## Task directions
Every line below containing the word "rows" should be found and copied.

Saved data entries
....
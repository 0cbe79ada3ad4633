"""Site positions and leave-one-out residuals computed group by group, against the dense textbook forms.

The reference for the positions is the plain weighted least-squares solution
of every baseline and every group's map position in one dense system (the
normal equations, e.g. Press et al., Numerical Recipes, 3rd ed., section
15.4); for the leave-one-out residuals, refitting the line without each site
in turn.
"""

from __future__ import annotations

import numpy as np
import pytest

from firstrung.methods.shadows.fits import fit_line, north_south_positions
from firstrung.methods.shadows.inputs import POSITION_SIGMA_KM, BaselineInput, SiteInput
from firstrung.methods.shadows.reduction import _leave_one_out


def _sites(n, seed=3):
    rng = np.random.default_rng(seed)
    lat = rng.uniform(-50.0, 60.0, n)
    lon = rng.uniform(-20.0, 20.0, n)
    return tuple(SiteInput(f"s{i}", f"s{i}", float(lat[i]), float(lon[i]), 100.0) for i in range(n))


def _dense(sites, baselines):
    """One dense system: a row per baseline, then a map row for the first site of each connected group."""
    from firstrung.geodesy import baseline_north_south_km, geodesic_inverse, meridian_arc_m

    n = len(sites)
    map_km = meridian_arc_m(np.array([s.latitude_deg for s in sites])) / 1000.0
    rows, values, sigmas = [], [], []
    for b in baselines:
        if b.bearing_deg is not None:
            ns = float(baseline_north_south_km(b.distance_km, b.bearing_deg))
        else:
            s1, s2 = sites[b.first], sites[b.second]
            d, _, _ = geodesic_inverse(s1.latitude_deg, s1.longitude_deg, s2.latitude_deg, s2.longitude_deg)
            ns = b.distance_km * (map_km[b.second] - map_km[b.first]) / float(d)
        row = np.zeros(n)
        row[b.second], row[b.first] = 1.0, -1.0
        rows.append(row)
        values.append(ns)
        sigmas.append(b.sigma_km)
    # connected groups by repeated relaxation (slow and obvious)
    label = list(range(n))
    changed = True
    while changed:
        changed = False
        for b in baselines:
            low = min(label[b.first], label[b.second])
            for i in (b.first, b.second):
                if label[i] != low:
                    label[i], changed = low, True
    anchors = sorted(set(label))
    for a in anchors:
        row = np.zeros(n)
        row[a] = 1.0
        rows.append(row)
        values.append(map_km[a])
        sigmas.append(POSITION_SIGMA_KM)
    design, w = np.array(rows), 1.0 / np.array(sigmas) ** 2
    operator = np.linalg.solve(design.T @ (w[:, None] * design), design.T * w)
    cov = operator @ np.diag(1.0 / w) @ operator.T
    nb = len(baselines)
    map_cov = operator[:, nb:] @ np.diag(1.0 / w[nb:]) @ operator[:, nb:].T
    base_cov = operator[:, :nb] @ np.diag(1.0 / w[:nb]) @ operator[:, :nb].T
    return operator @ np.array(values), cov, map_cov, base_cov


NETWORK = (  # a loop of three, a chain of two, a surveyed pair with a bearing; the other sites alone
    BaselineInput(0, 1, 800.0, 0.5, None),
    BaselineInput(1, 2, 650.0, 0.3, None),
    BaselineInput(2, 0, 1300.0, 0.8, None),
    BaselineInput(4, 5, 400.0, 0.2, 10.0),
    BaselineInput(5, 7, 300.0, 0.4, None),
    BaselineInput(9, 3, 500.0, 0.1, 170.0),
)


@pytest.mark.parametrize("baselines", [(), NETWORK])
def test_positions_and_their_covariance_match_the_dense_solution(baselines):
    sites = _sites(12)
    p = north_south_positions(sites, baselines)
    position, cov, map_cov, base_cov = _dense(sites, baselines)
    np.testing.assert_allclose(p.position_km, position, rtol=0, atol=1e-9)
    np.testing.assert_allclose(p.variance_km2(), np.diag(cov), rtol=1e-9, atol=1e-15)
    g = np.random.default_rng(4).normal(size=(5, 12))
    np.testing.assert_allclose(p.map_quadratic(g), np.einsum("di,ij,dj->d", g, map_cov, g), rtol=1e-9)
    np.testing.assert_allclose(p.baseline_quadratic(g), np.einsum("di,ij,dj->d", g, base_cov, g), rtol=1e-9, atol=1e-18)
    assert p.surveyed.tolist() == [i in {0, 1, 2, 3, 4, 5, 7, 9} for i in range(12)] if baselines else not p.surveyed.any()


def test_drawn_positions_have_the_dense_covariance():
    sites = _sites(12)
    p = north_south_positions(sites, NETWORK)
    _, cov, _, _ = _dense(sites, NETWORK)
    draws = p.draw(np.random.default_rng(5), 40_000)
    # sample covariance of 40,000 draws: within about 3 % of the model's for these variances
    np.testing.assert_allclose(np.cov(draws.T), cov, rtol=0, atol=0.04 * np.max(np.diag(cov)))


def test_positions_without_baselines_hold_no_site_by_site_matrix():
    sites = _sites(3_000)
    p = north_south_positions(sites, ())
    assert p.map_gain.shape == (3_000,) and p.baseline_blocks == ()
    assert np.array_equal(p.anchor, np.arange(3_000)) and np.all(p.map_gain == 1.0)


def test_leave_one_out_matches_refitting_without_each_site():
    rng = np.random.default_rng(6)
    for n in (4, 7, 40):
        pos = rng.uniform(-3000.0, 5000.0, n)
        lat = pos / 6371.0 + rng.normal(0.0, 1e-4, n)
        var = rng.uniform(0.5, 2.0, n) * 1e-8
        active = rng.random(n) < 0.85
        active[:4] = True
        got = _leave_one_out(pos, lat, var, active)
        for i in range(n):
            if not active[i]:
                assert np.isnan(got[i])
                continue
            others = np.flatnonzero(active & (np.arange(n) != i))
            f = fit_line(pos[others], lat[others], var[others])
            x = np.array([1.0, pos[i]])
            want = (lat[i] - f.intercept_rad - f.slope_rad_per_km * pos[i]) / np.sqrt(var[i] + x @ f.covariance @ x)
            assert got[i] == pytest.approx(want, rel=1e-7)
    assert np.isnan(_leave_one_out(pos[:3], lat[:3], var[:3], np.ones(3, bool))).all()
....
## Task result
    rows, values, sigmas = [], [], []
        rows.append(row)
        rows.append(row)
    design, w = np.array(rows), 1.0 / np.array(sigmas) ** 2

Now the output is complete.